We are going to build a system design review agent that reads an engineering design document and returns a structured critique covering scalability, failure modes, and tradeoffs. It helps staff engineers and tech leads enforce consistency during design reviews without becoming a bottleneck. Because Oxlo.ai uses flat per-request pricing, you can feed it long documents without watching the cost scale with every extra paragraph.
What you'll need
Before starting, grab an Oxlo.ai API key from https://portal.oxlo.ai. You will also need Python 3.10 or newer and the OpenAI SDK.
pip install openai
Step 1: Verify connectivity with Oxlo.ai
I always start with a smoke test. This snippet confirms the client can authenticate and reach the API.
from openai import OpenAI
client = OpenAI(base_url="https://api.oxlo.ai/v1", api_key="YOUR_OXLO_API_KEY")
response = client.chat.completions.create(
model="llama-3.3-70b",
messages=[
{"role": "system", "content": "You are a helpful assistant."},
{"role": "user", "content": "Reply with OK"},
],
)
print(response.choices[0].message.content)
Step 2: Define the system prompts
I split the agent into two phases: asking clarifying questions and delivering the final review. Keeping the prompts in separate variables makes iteration easier.
QUESTIONS_PROMPT = """You are a staff engineer reviewing a system design doc.
Read the proposal and ask up to three clarifying questions that would help you evaluate scalability, reliability, security, and operational complexity.
Output only the questions, one per line, prefixed with a dash."""
REVIEW_PROMPT = """You are a staff engineer performing a final design review.

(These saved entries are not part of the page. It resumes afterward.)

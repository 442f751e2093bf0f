"""Shapes of cards: how a card like one already read is recognised at once.

Whether the grammar accepts a card depends only on the sequence of its terminals (it is LALR). So
when Lark has read one card, every card with the same terminals in the same order is a card too, and
one regular expression, put together from the grammar's own terminals in that order, recognises it.
Possessive quantifiers forbid the expression to cut the words in another way. Cards of one shape are
those with equal parameter names; a run of nets of a call counts as one piece, however long.

The expressions read text as ``canonical`` leaves it: lower case, one card per line.
"""

from __future__ import annotations

import re
from dataclasses import dataclass, replace
from functools import cache, cached_property, lru_cache
from typing import TYPE_CHECKING, Final, Literal

from evenstage.netlist.decimals import PLAIN
from evenstage.netlist.grammar import ENCODING, terminal

if TYPE_CHECKING:
    from collections.abc import Iterable

Role = Literal["name", "node", "nodes", "target", "argument", "key", "value"]

BETWEEN: Final = r"[\x00-\x09\x0b-\x20,]*+"
BETWEEN_WORDS: Final = r"[\x00-\x09\x0b-\x20,]++"
#: Words without the signs that only some places of a WORD may hold, in one go: calls of many nets
#: are matched in half the time.
_PLAIN_WORD: Final = r"[^\x00-\x20=,()'\"{}:/$;]"
PLAIN_WORDS: Final = (
    rf"{_PLAIN_WORD}(?:[^\x00-\x08\x0a-\x1f=,()'\"{{}}:/$;]*{_PLAIN_WORD})?(?=[\x00-\x20,]|\Z)"
)
#: Ends a card.
END: Final = BETWEEN + r"(?:\n[\x00-\x20,]*+|\Z)"
_NO_JOINT: Final = rf"(?!,[^\x00-\x20=,()'\"{{}}]*+{BETWEEN_WORDS}=)"
#: What lets a FORMULA hold blanks.
_SPACED: Final = "|[\x00-\x09\x0b\x0c\x0e-\x20]" + r"(?![$;]|\/\/)"
_HAS_NUMBER = re.compile(r"[0-9.]")
_QUANTIFIER = re.compile(r"(?<=[\])])(?:[*+]|\?)(?![+?])")


@cache
def possessive(name: str) -> str:
    """Return a terminal's expression with possessive quantifiers.

    That changes nothing: no terminal of an element card repeats a piece that could also begin what
    comes after it. The grammar decides where the joint of a continuation line may have stood in a
    place it would not allow: between a name behind a comma and its sign (``a=1,b =2``), and inside
    the parentheses of an expression.
    """
    expression = _QUANTIFIER.sub(lambda match: match[0] + "+", terminal(name))
    if name == "FORMULA":
        assert _SPACED in expression
        return expression.replace(_SPACED, "")
    return expression + _NO_JOINT if name == "VALUE" else expression


@dataclass(frozen=True, slots=True)
class Piece:
    """One terminal of a card, or a run of nets.

    Parameters
    ----------
    pattern : str
        Its expression.
    role : Role, optional
        What it is; None for signs, whose place nobody asks for.
    name : str
        Of a key: the parameter's name.
    """

    pattern: str
    role: Role | None
    name: str = ""


@dataclass(frozen=True)
class Shape:
    """One sequence of terminals of an element card.

    Parameters
    ----------
    letter : str
        First letter of the cards.
    pieces : tuple of Piece
        The name first.
    """

    letter: str
    pieces: tuple[Piece, ...]

    @cached_property
    def roles(self) -> tuple[Role, ...]:
        """What each group of ``groups`` is.

        ``nodes`` is a run of nets, whose last is the subcircuit called unless a ``target`` stands
        apart.
        """
        return tuple(piece.role for piece in self.pieces if piece.role is not None)

    @cached_property
    def keys(self) -> tuple[str, ...]:
        """Parameter names in their order, one for each ``value``."""
        return tuple(piece.name for piece in self.pieces if piece.role == "key")

    @cached_property
    def groups(self) -> re.Pattern[bytes]:
        """Matches a card up to the first byte of the next, with a group for each role."""
        return _card(self.pieces)

    @cached_property
    def row(self) -> re.Pattern[bytes]:
        """The same with a group for each role but ``key``, which saves time."""
        return _card(tuple(_without(self.pieces, "key")))

    @cached_property
    def joint(self) -> re.Pattern[bytes]:
        """The same with one group for all parameters."""
        whole = Piece(_joined(_without(self._tail, "key", "value")), "value")
        return _card((*self.pieces[: -len(self._tail)], whole))

    @cached_property
    def plain_joint(self) -> re.Pattern[bytes] | None:
        """The same with two groups, the first for parameters that are plain decimals alone.

        None where there can be none, or where a parameter's name holds a digit.
        """
        plain = [_plain(piece) if piece.role == "value" else piece for piece in self._tail]
        if not all(piece.pattern for piece in plain) or _HAS_NUMBER.search("".join(self.keys)):
            return None
        tails = (_joined(_without(tail, "key", "value")) for tail in (plain, self._tail))
        either = "|".join(f"({tail}){END}" for tail in tails)
        head = _joined(self.pieces[: -len(self._tail)])
        return _compiled(f"{head}{BETWEEN}(?:{either})")

    @cached_property
    def tail(self) -> re.Pattern[bytes]:
        """Matches what that group holds, with a group for each value."""
        return re.compile(_joined(_without(self._tail, "key")).encode(ENCODING))

    @property
    def _tail(self) -> tuple[Piece, ...]:
        """The pieces from the first parameter on."""
        first = next(i for i, piece in enumerate(self.pieces) if piece.role == "key")
        return self.pieces[first:]

    def until(self, name: str) -> re.Pattern[bytes] | None:
        """Return what matches a card up to the value of a parameter, which is the only group.

        None where the cards do not have the parameter; of a repeated one the last counts.
        """
        if name not in self.keys:
            return None
        last = max(i for i, piece in enumerate(self.pieces) if piece.name == name)
        value = next(i for i in range(last, len(self.pieces)) if self.pieces[i].role == "value")
        before = [replace(piece, role=None) for piece in self.pieces[:value]]
        return re.compile(_joined([*before, self.pieces[value]]).encode(ENCODING))


def _without(pieces: Iterable[Piece], *roles: Role) -> list[Piece]:
    """Return pieces of which those of some roles have none."""
    return [replace(piece, role=None) if piece.role in roles else piece for piece in pieces]


def _joined(pieces: Iterable[Piece]) -> str:
    return BETWEEN.join(p.pattern if p.role is None else f"({p.pattern})" for p in pieces)


def _card(pieces: tuple[Piece, ...]) -> re.Pattern[bytes]:
    """Return the expression of a card."""
    return _compiled(_joined(pieces) + END)


@lru_cache(maxsize=1 << 12)
def _compiled(expression: str) -> re.Pattern[bytes]:
    """Compile an expression; that takes as long as reading some fifty cards."""
    return re.compile(expression.encode(ENCODING))


def _plain(piece: Piece) -> Piece:
    return replace(piece, pattern=_plain_values().get(piece.pattern, ""))


@cache
def _plain_values() -> dict[str, str]:
    """Return the expression of a plain decimal for each terminal that may hold one."""
    number = PLAIN.decode(ENCODING)
    written = {
        "VALUE": rf"{number}(?=[\x00-\x20]|\Z)",
        "QUOTED": f"'{number}'",
        "STRING": f'"{number}"',
        "BRACED": rf"\{{{number}\}}",
    }
    return {possessive(name): expression for name, expression in written.items()}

Evaluate the proposed system on these axes:
- Scalability
- Reliability and failure modes
- Security
- Operational complexity
- Cost efficiency
Return your analysis as a JSON object with these keys:
- summary: a one sentence verdict
- scores: an object with integer scores from 1 to 5 for each axis
- strengths: list of strings
- risks: list of strings
- actionable: list of concrete next steps
Be critical but constructive."""
Step 3: Generate clarifying questions
The first pass sends the design doc to Kimi K2.6, which handles long context and reasoning well. We print the questions so the user can answer them before we produce the final review.
from openai import OpenAI
client = OpenAI(base_url="https://api.oxlo.ai/v1", api_key="YOUR_OXLO_API_KEY")
design_doc = """# URL Shortener v2
We will use a single PostgreSQL primary with read replicas.
Application: Python Flask.
Caching: Redis, to be added later.
Traffic: 1M redirects/day.
Uptime target: 99.9%.
"""
response = client.chat.completions.create(
model="kimi-k2.6",
messages=[
{"role": "system", "content": QUESTIONS_PROMPT},
{"role": "user", "content": design_doc},
],
)
questions = response.choices[0].message.content
print(questions)
Step 4: Produce the structured review
After collecting answers, the second pass uses DeepSeek V3.2 with JSON mode to force a machine-readable report. This makes it trivial to store results in a database or render them in a dashboard.
import json
from openai import OpenAI
client = OpenAI(base_url="https://api.oxlo.ai/v1", api_key="YOUR_OXLO_API_KEY")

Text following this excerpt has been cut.